Tuesday, November 20, 2018

CFL lifetime report #3

As seen previously, a series of CFLs I used starting around 2008 onwards failed at varying lifetimes. I report a third failure, of a Nvision 14W installed in June of 2011. It failed in May of 2018. That's just about 7 years of roughly 3-4 hrs of use daily. The lifetime estimate ranges around 8000 hours for that one.

Thursday, September 13, 2018

Visualizing a "How low can you hear?" test

A facebook link a friend shared mentioned a sound test and wondered if it was accurately matched to the listed frequency. I ran the sound through Spectrum Laboratory and then tried out making a desktop video with Open Broadcast Studio.

Monday, August 27, 2018

Burning Man in Synthetic Aperture Radar

I downloaded the Sentinel-1 Synthetic Aperture Radar data of the Black Rock area taken on August 19, and the start of Burning Man work is apparent. The colors represent different polarizations of the returns. This is a very small subset of the original 25000x16000 pixel image.
Also found this one from the 24th (horizontally flipped to correct)

Friday, July 13, 2018

Freighter visible on weather radar

The Terminal Doppler Weather Radar system for Midway Airport caught the freighter Stewart J. Cort traveling on Lake Michigan towards Burns Harbor, IN. It's the return out in the middle of the lake heading south. I ID'd the ship with AIS Boatnerd

Sunday, August 13, 2017

AM Broadcast Band, day vs. night

This is a comparison of the broadcast band during the day (at top) vs at night (bottom). Many stations are required to lower their power and/or change their antenna directionality at night because the absorptive D region of the ionosphere disappears and allow lower frequency waves to propagate via a skywave. Some stations, called clear channels, are allowed to maintain their high power at night.

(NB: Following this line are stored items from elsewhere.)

#include "gradeline/network.h"

#include <cstdlib>
#include <mutex>
#include <unordered_map>

namespace gradeline {

namespace {

// The interned strings: a table of chunks that never move (chunk c holds strings
// c * kChunkSize ...), filled under a lock; a string is read without one, since whoever holds
// its InternedString obtained it after the string was stored.
constexpr std::size_t kChunkBits = 12;
constexpr std::size_t kChunkSize = std::size_t{1} << kChunkBits;
constexpr std::size_t kMaxChunks = std::size_t{1} << 12;  // 16.7 million strings

struct InternTable {
  std::mutex guard;
  std::unordered_map<std::string_view, std::uint32_t> index;  // views of the strings below
  const std::string** chunks[kMaxChunks] = {};
  std::uint32_t count = 0;
};

InternTable& intern_table() {
  static InternTable* table = new InternTable;  // never freed, like the strings
  return *table;
}

}  // namespace

const std::string& InternedString::str() const {
  static const std::string empty;
  if (index_ == 0) return empty;
  const std::uint32_t i = index_ - 1;
  return *intern_table().chunks[i >> kChunkBits][i & (kChunkSize - 1)];
}

InternedString intern(std::string_view text) {
  if (text.empty()) return InternedString();
  // The last string interned on this thread, without the lock: the bulk reader interns the
  // same file name, or runs of the same demand category, line after line.
  thread_local std::string last_text;
  thread_local InternedString last;
  if (!last.empty() && text == last_text) return last;
  InternTable& t = intern_table();
  std::lock_guard<std::mutex> lock(t.guard);
  auto found = t.index.find(text);
  std::uint32_t index = 0;
  if (found != t.index.end()) {
    index = found->second;
  } else {
    const std::uint32_t i = t.count;
    if ((i >> kChunkBits) >= kMaxChunks) std::abort();  // more distinct names than any model has
    const std::string**& chunk = t.chunks[i >> kChunkBits];
    if (chunk == nullptr) chunk = new const std::string*[kChunkSize];
    const std::string* stored = new std::string(text);
    chunk[i & (kChunkSize - 1)] = stored;
    ++t.count;
    index = i + 1;
    t.index.emplace(*stored, index);
  }
  last_text.assign(text.data(), text.size());
  last = InternedString(index);
  return last;
}

const char* link_kind_name(LinkKind kind) {
  switch (kind) {
    case LinkKind::kPipe:
      return "pipe";
    case LinkKind::kPump:
      return "pump";
    case LinkKind::kPrv:
      return "prv";
    case LinkKind::kPsv:
      return "psv";
    case LinkKind::kFcv:
      return "fcv";
    case LinkKind::kThrottle:
      return "throttle";
  }
  return "pipe";
}

std::optional<std::size_t> Network::find_node(std::string_view id) const {
  return node_index_.find(id, [this](std::size_t i) -> std::string_view { return nodes[i].id; });
}

std::optional<std::size_t> Network::find_pipe(std::string_view id) const {
  return pipe_index_.find(id, [this](std::size_t i) -> std::string_view { return pipes[i].id; });
}

void Network::reindex() {
  node_index_.clear();
  pipe_index_.clear();
  node_index_.reserve(nodes.size());
  pipe_index_.reserve(pipes.size());
  auto node_id = [this](std::size_t i) -> std::string_view { return nodes[i].id; };
  auto pipe_id = [this](std::size_t i) -> std::string_view { return pipes[i].id; };
  for (std::size_t i = 0; i < nodes.size(); ++i) node_index_.insert(nodes[i].id, i, node_id);
  for (std::size_t i = 0; i < pipes.size(); ++i) pipe_index_.insert(pipes[i].id, i, pipe_id);
}

void Network::reserve(std::size_t node_count, std::size_t pipe_count) {
  nodes.reserve(node_count);
  pipes.reserve(pipe_count);
  node_index_.reserve(node_count);
  pipe_index_.reserve(pipe_count);
}

std::size_t Network::add_node(Node node) {
  const std::size_t index = nodes.size();
  node_index_.insert(node.id, index,
                     [this](std::size_t i) -> std::string_view { return nodes[i].id; });
  nodes.push_back(std::move(node));
  return index;
}

std::optional<std::size_t> Network::try_add_node(Node&& node) {
  auto [index, inserted] = node_index_.insert(
      node.id, nodes.size(), [this](std::size_t i) -> std::string_view { return nodes[i].id; });
  if (!inserted) return std::nullopt;
  nodes.push_back(std::move(node));
  return index;
}

std::optional<std::size_t> Network::try_add_pipe(Pipe&& pipe) {
  auto [index, inserted] = pipe_index_.insert(
      pipe.id, pipes.size(), [this](std::size_t i) -> std::string_view { return pipes[i].id; });
  if (!inserted) return std::nullopt;
  pipes.push_back(std::move(pipe));
  return index;
}

bool Network::try_index_node(std::size_t k) {
  return node_index_
      .insert(nodes[k].id, k, [this](std::size_t i) -> std::string_view { return nodes[i].id; })
      .second;
}

bool Network::index_all_pipes(const std::vector<IdIndex::Staged>& staged) {
  if (pipe_index_.insert_all(staged,
                             [this](std::size_t i) -> std::string_view { return pipes[i].id; })) {
    return true;
  }
  pipe_index_.clear();
  return false;
}

bool Network::try_index_pipe(std::size_t k) {
  return pipe_index_
      .insert(pipes[k].id, k, [this](std::size_t i) -> std::string_view { return pipes[i].id; })
      .second;
}

std::size_t Network::add_pipe(Pipe pipe) {
  const std::size_t index = pipes.size();
  pipe_index_.insert(pipe.id, index,
                     [this](std::size_t i) -> std::string_view { return pipes[i].id; });
  pipes.push_back(std::move(pipe));
  return index;
}

}  // namespace gradeline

Chicago happens to have quite a number of them-- you can see them at 670, 720, 780, 890 and 1000kHz. Local stations including the clear-channels are marked (minus 1690). At night, you can see a carrier at nearly every 10kHz, showing many of the AM stations listenable at night from across the US. WSCR 670 and WBBM 780 are unfortunately also using HD Radio. Local switching power supply noise appears as very impulsive (fast horizontal bands) at about 615, 925, 975, 1090, 1230, 1500, 1550 and 1850kHz. The fundamental for some of these appears to be at 306Khz. You can see in the IF this signal, as well as the much weaker DGPS signal at 304kHz from Mequon,WI. This was taken with a simple indoor dipole of 42ft length (with some turns in it) and a RTL-SDR.com v 1.3 dongle with HF direct sampling (Q-branch) and AGC turned on.

Thursday, August 10, 2017

The radio satellite CUTE

The nanosat CUTE, or rather the CUTE-1.7 + APD II, sends out a beacon in morse code. I picked it up with a simple antenna and a SDR. Time increases to the right in the image and frequency is the vertical axis. It shifts because the satellite was moving away from me during the capture. Track CUTE for your location.

Monday, May 02, 2016

SAR image of the Calumet region of Chicago

I've been working on manipulating the large images offered by the Sentinel satellite. I found an image of the city of Chicago region on April 10th, 2016, and have been taking a look at it. The data image is 25000x16000. I grabbed the HH(the Horizontal transmitted, horizontal received polarization) and HV images (horizontally transmitted, returned vertical polarization), normalized them and made them R and B in an RGB set. The G I created by adding the two images together. Adjusting the hue allows for greater visual impact of the image. This is the Calumet region of southeast Chicago and Northwest Indiana, a heavily industrialized region. Lake Calumet, Lake Michigan, Wolf Lake, and the Calumet River/Cal Sag all show with no reflectivity at this normalization (you'll recall the previous post where Lake Geneva had some return from waves). The ArcelorMittal steelworks sits out on the right as a highly reflective region of pipes, stacks, rail cars and other industrialness, with the BP Whiting refinery to the left of it as another nearly continuous return. Long linear blue streaks are presumed oil or ethanol conveys consisting of mile-long packs of tanker cars that are bright in the HV channel. Shipping containers, barges, oil tanks and rail cars that are not tankers all reflect highly in the HH return. Even Binions Horseshoe floating casino shows up brightly. A bright return in the upper left I assume is the tower at Promet steel. blue-cyan-calumet

Wednesday, April 27, 2016

Synthetic Aperture Radar data of Lake Geneva, Wisconsin

I happened upon a nice description of how to grab data off of the ESA's Sentinel satellite via Evan Appelgate and there's a bunch of interesting things in the data. It was taken just this Tuesday morning at 7:11AM. The winds were out of the north at 8MPH and overcast. You can see in the image the effect of the wind creating a rougher, more radar scattering surface on Lake Geneva--dark at the north shore, transitioning to a very slightly rougher surface to the south.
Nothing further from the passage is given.